La diretta facebook è disponibile sulla pagina dell’ex
Opg. Alle 10 ci sono già alcune decine di persone al Teatro Italia per
un’assemblea convocata solo un’ora dopo. E’ l’appuntamento lanciato dal centro sociale napoletano Je so’ pazzo dopo l’eutanasia del Brancaccio
da parte degli autonominati garanti, Falcone e Montanari. Punto unico
all’ordine del giorno, la nascita di una lista davvero alternativa al Pd
e al centrosinistra, senza le ambiguità di un percorso guidato dagli
stessi settori politici che hanno smantellato le conquiste dei
lavoratori imponendo tutti i dictat del liberismo: austerità,
privatizzazioni, trappola del debito, guerra globale, repressione e un
sistema elettorale maggioritario.
«Alla fine un teatro ce lo siamo dovuto affittare per poter intervenire!», esordisce Viola
dell’ex Opg alludendo a quando lei stessa contestò Gotor, l’emissario
di D’Alema sul palco del Brancaccio. «Del Brancaccio – continua – non ci
piacevano certi compagni di viaggio». Viola parla della barbarie che
avanza, dello spostamento a destra ormai conclamato, di Minniti che si
presenta ai funerali di 26 donne migranti uccise dalle sue leggi. C’è
una Costituzione da applicare soprattutto quando dice che vanno rimossi
gli impedimenti sociali che sono alla base di disuguaglianze crescenti.

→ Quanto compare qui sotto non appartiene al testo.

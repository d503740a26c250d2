// Autocovariance by FFT (docs/methods.md 10.2): O(n log n) instead of the direct O(n^2) sum.
#include <unsupported/Eigen/FFT>

#include <cmath>
#include <complex>
#include <limits>
#include <numeric>
#include <vector>

#include "credence/diagnostics.h"

namespace credence {

std::vector<double> autocovariance(std::span<const double> x) {
  const std::size_t n = x.size();
  if (n == 0) return {};
  const double mean = std::accumulate(x.begin(), x.end(), 0.0) / static_cast<double>(n);
  // Zero-padding to >= 2n keeps the circular correlation from wrapping onto itself.
  std::size_t padded = 1;
  while (padded < 2 * n) padded *= 2;
  std::vector<double> centred(padded, 0.0);
  for (std::size_t i = 0; i < n; ++i) centred[i] = x[i] - mean;

  Eigen::FFT<double> fft;
  std::vector<std::complex<double>> spectrum;
  fft.fwd(spectrum, centred);
  for (std::complex<double>& value : spectrum) value = std::norm(value);
  std::vector<double> lagged;
  fft.inv(lagged, spectrum);  // Eigen scales the inverse by 1/padded

  std::vector<double> acov(lagged.begin(), lagged.begin() + static_cast<std::ptrdiff_t>(n));
  for (double& value : acov) value /= static_cast<double>(n);
  return acov;
}

std::vector<double> autocorrelation(std::span<const double> x) {
  std::vector<double> acov = autocovariance(x);
  if (acov.empty()) return acov;
  const double zero_lag = acov[0];
  for (double& value : acov) {
    value = zero_lag > 0 ? value / zero_lag : std::numeric_limits<double>::quiet_NaN();
  }
  return acov;
}

}  // namespace credence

Ha un linguaggio semplice e diretto, Viola, e più volte viene interrotta
dagli applausi: «Facciamo le cose al rovescio», dice spesso esortando
il teatro a superare i politicismi, i tatticismi, “le addizioni”, le
chiama lei. «Dov’era il No facciamo il Sì!»: l’Internazionale di
Fortini, evoca il mutualismo, il controllo popolare, l’esperienza del
suo centro sociale nell’ascolto degli esclusi per «riprederci quel
popolo che ci hanno levato». I passaggi che suggerisce il suo intervento
prevedono una serie di assemblee popolari nei territorio prima di
tornare a Roma fra due-tre settimane con poche parole d’ordine, un
«programma minimo» capace di far breccia nel popolo.
Cosa sia il “popolo” lo spiegherà, dopo di lei, Manuela, 24 anni,
accento campano e pelle nera, nata a Santa Maria Capua Vetere nel ’93 ma
senza diritti di cittadinanza. Martedì, per l’ennesima volta, varcherà
la soglia di una questura per farsi prendere le impronte digitali e
richiedere il permesso di soggiornare nel paese in cui è nata. Bene, è
lei a ripulire la parola popolo da ogni ambiguità populista e
interclassista: «Sono le persone escluse, violate, sfruttate». Ossia,
spiega Eleonora Forenza, eurodeputata Prc-Altra Europa, è la maggioranza
della popolazione che il capitalismo divide in minoranze, mette in
competizione, condanna alla solitudine. Forenza, una delle prime a
essere contagiata dalla “pazza idea”, coglie la suggestione di una
esperienza che parte proprio dalla riappropriazione di un luogo, un
manicomio, in cui il capitalismo segrega persone condannate da esso
stesso a un destino di patologia e devianza. Forenza chiede una campagna
elettorale di cui non ci si debba vergognare, che sia chiaro che chi
sta col Pse è un avversario di classe e non un possibile alleato.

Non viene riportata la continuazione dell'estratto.